### [WORK REQUEST]
In the listing below, find each line with the string "sensor" and report it.

--------

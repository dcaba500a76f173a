/**
 * The team half in the browser, end to end on the real product: a designer signs in through the
 * identity provider's page, saves a netlist to the team twice (two revisions), shares it; a
 * reader with no session opens the link in a fresh browser and reads the same CMRR; a colleague
 * saves in between, so the designer's next save meets the conflict view and both texts survive;
 * an admin invites a newcomer whose mailed link works.
 */
import { afterAll, beforeAll, describe, expect, inject, it } from 'vitest';
import type { Page } from 'playwright-core';
import { launchBrowser, type Browser } from '../support/browser';
import { TeamClient } from '../support/team-client';
import { editOnLine, waitForPainted } from './bench-support';
import { cmrrFigure, fillProviderForm, shotBoth, signInThroughPage } from './team-support';

const base = () => inject('baseUrl');
const browsers: Browser[] = [];
async function freshBrowser(): Promise<Browser> {
  const b = await launchBrowser();
  browsers.push(b);
  return b;
}
afterAll(async () => {
  for (const b of browsers) await b.close().catch(() => undefined);
});

/** What the API says about a netlist, read as the designer over HTTP. */
async function apiAs(email: string): Promise<TeamClient> {
  const c = new TeamClient(base());
  await c.signIn(email, 'strainlab-demo');
  await c.get('/api/me');
  return c;
}

let designerPage: Page;
let netlistId = '';
let shareUrl = '';
let authorCmrr = '';
const name = `Mirror-loaded pair ${Date.now().toString(36)}`;

describe('a designer and the team', { timeout: 120_000 }, () => {
  beforeAll(async () => {
    designerPage = await (await freshBrowser()).context.newPage();
  });

  it('signs in through the provider’s page and sees who is signed in', async () => {
    await designerPage.goto(`${base()}/sign-in?next=/bench`);
    await shotBoth(designerPage, 'team-sign-in');
    await signInThroughPage(designerPage, base(), 'ravi@strainlab.example');
    await expect.poll(() => designerPage.locator('.top-bar').textContent()).toContain('Ravi Lindqvist');
  });

  it('saves a netlist to the team, then a second revision', async () => {
    const page = designerPage;
    await page.goto(`${base()}/bench?example=mirror-loaded`);
    await page.locator('.cm-content').waitFor();
    await waitForPainted(page);
    await page.getByRole('button', { name: 'Save to team' }).click();
    const dialog = page.getByRole('dialog');
    await dialog.getByLabel('Name').fill(name);
    await dialog.getByRole('button', { name: 'Save to team' }).click();
    await expect.poll(() => page.locator('nw-file-bar .save').textContent(), { timeout: 15_000 }).toMatch(/Saved to team · v1/);
    const api = await apiAs('ravi@strainlab.example');
    const list = await api.get(`/api/workspaces/strainlab/netlists?q=${encodeURIComponent(name)}`);
    expect(list.body.total).toBe(1);
    netlistId = list.body.items[0].id;

    // A second revision: change the mirror's reference resistor and save with Ctrl-S.
    const lines = await page.locator('.cm-line').allTextContents();
    const lineNo = lines.findIndex((l) => /^param\s+rref\s*=/.test(l)) + 1;
    expect(lineNo).toBeGreaterThan(0);
    await editOnLine(page, lineNo, '9.3k', '9.1k');
    await waitForPainted(page);
    await page.keyboard.press('Control+s');
    await expect.poll(() => page.locator('nw-file-bar .save').textContent(), { timeout: 15_000 }).toMatch(/Saved to team · v2/);
    const revs = await api.get(`/api/netlists/${netlistId}/revisions`);
    expect(revs.body.items.map((r: { version: number }) => r.version)).toEqual([2, 1]);
    authorCmrr = await cmrrFigure(page);
    expect(authorCmrr).toMatch(/dB$/);
  });

  it('shares it, and a reader with no session sees the very same CMRR', async () => {
    const page = designerPage;
    await page.getByRole('button', { name: 'Share' }).click();
    const dialog = page.getByRole('dialog');
    await dialog.getByRole('button', { name: 'Create link' }).click();
    const url = dialog.locator('[data-testid=share-url]');
    await url.waitFor();
    shareUrl = ((await url.textContent()) ?? '').trim();
    expect(shareUrl).toMatch(new RegExp(`^${base()}/s/[A-Za-z0-9_-]{22}$`));
    await shotBoth(page, 'team-share-dialog');
    await page.keyboard.press('Escape');

    const reader = await (await freshBrowser()).context.newPage();
    await reader.goto(shareUrl);
    await reader.locator('.cm-content').waitFor();
    await expect.poll(() => reader.locator('main').textContent(), { timeout: 15_000 }).toContain(name);
    expect(await cmrrFigure(reader)).toBe(authorCmrr);
    await shotBoth(reader, 'team-shared-view');
    // The author sees the opening counted.
    const api = await apiAs('ravi@strainlab.example');
    const [link] = (await api.get(`/api/netlists/${netlistId}/shares`)).body.items;
    expect(link.openCount).toBeGreaterThanOrEqual(1);
  });

  it('meets the conflict view when a colleague saved meanwhile, and both texts survive', async () => {
    // Mei saves a version 3 from her own browser.
    const mei = await (await freshBrowser()).context.newPage();
    await signInThroughPage(mei, base(), 'mei@strainlab.example', '/bench');
    await mei.goto(`${base()}/bench?netlist=${netlistId}`);
    await expect.poll(() => mei.locator('nw-file-bar .save').textContent(), { timeout: 15_000 }).toMatch(/v2/);
    const meiLines = await mei.locator('.cm-line').allTextContents();
    const meiLine = meiLines.findIndex((l) => /^title\s/.test(l)) + 1;
    await editOnLine(mei, meiLine, 'title', 'title  Mei:');
    await mei.keyboard.press('Control+s');
    await expect.poll(() => mei.locator('nw-file-bar .save').textContent(), { timeout: 15_000 }).toMatch(/Saved to team · v3/);

    // Ravi, still on version 2, changes something else and saves.
    const page = designerPage;
    const lines = await page.locator('.cm-line').allTextContents();
    const lineNo = lines.findIndex((l) => /^param\s+rref\s*=/.test(l)) + 1;
    await editOnLine(page, lineNo, '9.1k', '9.15k');
    await page.keyboard.press('Control+s');
    const conflict = page.getByRole('dialog', { name: 'Save conflict' });
    await conflict.waitFor({ timeout: 15_000 });
    const both = (await conflict.textContent()) ?? '';
    expect(both).toContain('Mei:');
    expect(both).toContain('9.15k');
    await shotBoth(page, 'team-conflict');
    await conflict.getByRole('button', { name: 'Keep mine' }).click();
    await expect.poll(() => page.locator('nw-file-bar .save').textContent(), { timeout: 15_000 }).toMatch(/Saved to team · v4/);

    const api = await apiAs('ravi@strainlab.example');
    const v3 = await api.get(`/api/netlists/${netlistId}/revisions/3`);
    const v4 = await api.get(`/api/netlists/${netlistId}/revisions/4`);
    expect(v3.body.source).toContain('Mei:');
    expect(v4.body.source).toContain('9.15k');
  });

  it('lists the team’s netlists in a table', async () => {
    const page = designerPage;
    await page.goto(`${base()}/w/strainlab/netlists`);
    await page.getByRole('row', { name: new RegExp(name) }).waitFor();
    await shotBoth(page, 'team-netlists');
  });
});

describe('an admin and a newcomer', { timeout: 120_000 }, () => {
  it('invites by e-mail, and the mailed link lets the newcomer join', async () => {
    const admin = await (await freshBrowser()).context.newPage();
    await signInThroughPage(admin, base(), 'ada@strainlab.example', '/w/strainlab/admin');
    await admin.getByRole('table', { name: /members/i }).waitFor();
    await shotBoth(admin, 'team-admin');
    await admin.getByRole('tab', { name: /Invitations/i }).click();
    await admin.getByLabel('Email address').fill('noor@strainlab.example');
    await admin.getByRole('button', { name: 'Send invitation' }).click();
    await expect.poll(() => admin.locator('main').textContent(), { timeout: 15_000 }).toMatch(/mailed to noor@strainlab\.example/i);

    const inbox = await (await fetch(`${inject('inboxUrl')}api/messages?to=noor@strainlab.example`)).json();
    const link = /https?:\/\/\S+\/join\/[A-Za-z0-9_-]{22}/.exec(inbox.items[0].text)![0];
    expect(inbox.items[0].html).toContain(link);

    const noor = await (await freshBrowser()).context.newPage();
    await noor.goto(link);
    await expect.poll(() => noor.locator('main').textContent(), { timeout: 15_000 }).toMatch(/Strainlab sensor front end/);
    await noor.getByRole('button', { name: 'Sign in to join' }).click();
    await fillProviderForm(noor, 'noor@strainlab.example');
    await noor.waitForURL(/\/netlists/, { timeout: 20_000 });
    await expect.poll(() => noor.locator('.top-bar').textContent()).toContain('Noor Haddad');
    const me = await noor.evaluate(async () => (await fetch('/api/me')).json());
    expect(me.workspaces).toEqual([{ slug: 'strainlab', name: 'Strainlab sensor front end', role: 'designer' }]);
  });
});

--------

### [FINISHED EXERCISE]
    await expect.poll(() => noor.locator('main').textContent(), { timeout: 15_000 }).toMatch(/Strainlab sensor front end/);
    expect(me.workspaces).toEqual([{ slug: 'strainlab', name: 'Strainlab sensor front end', role: 'designer' }]);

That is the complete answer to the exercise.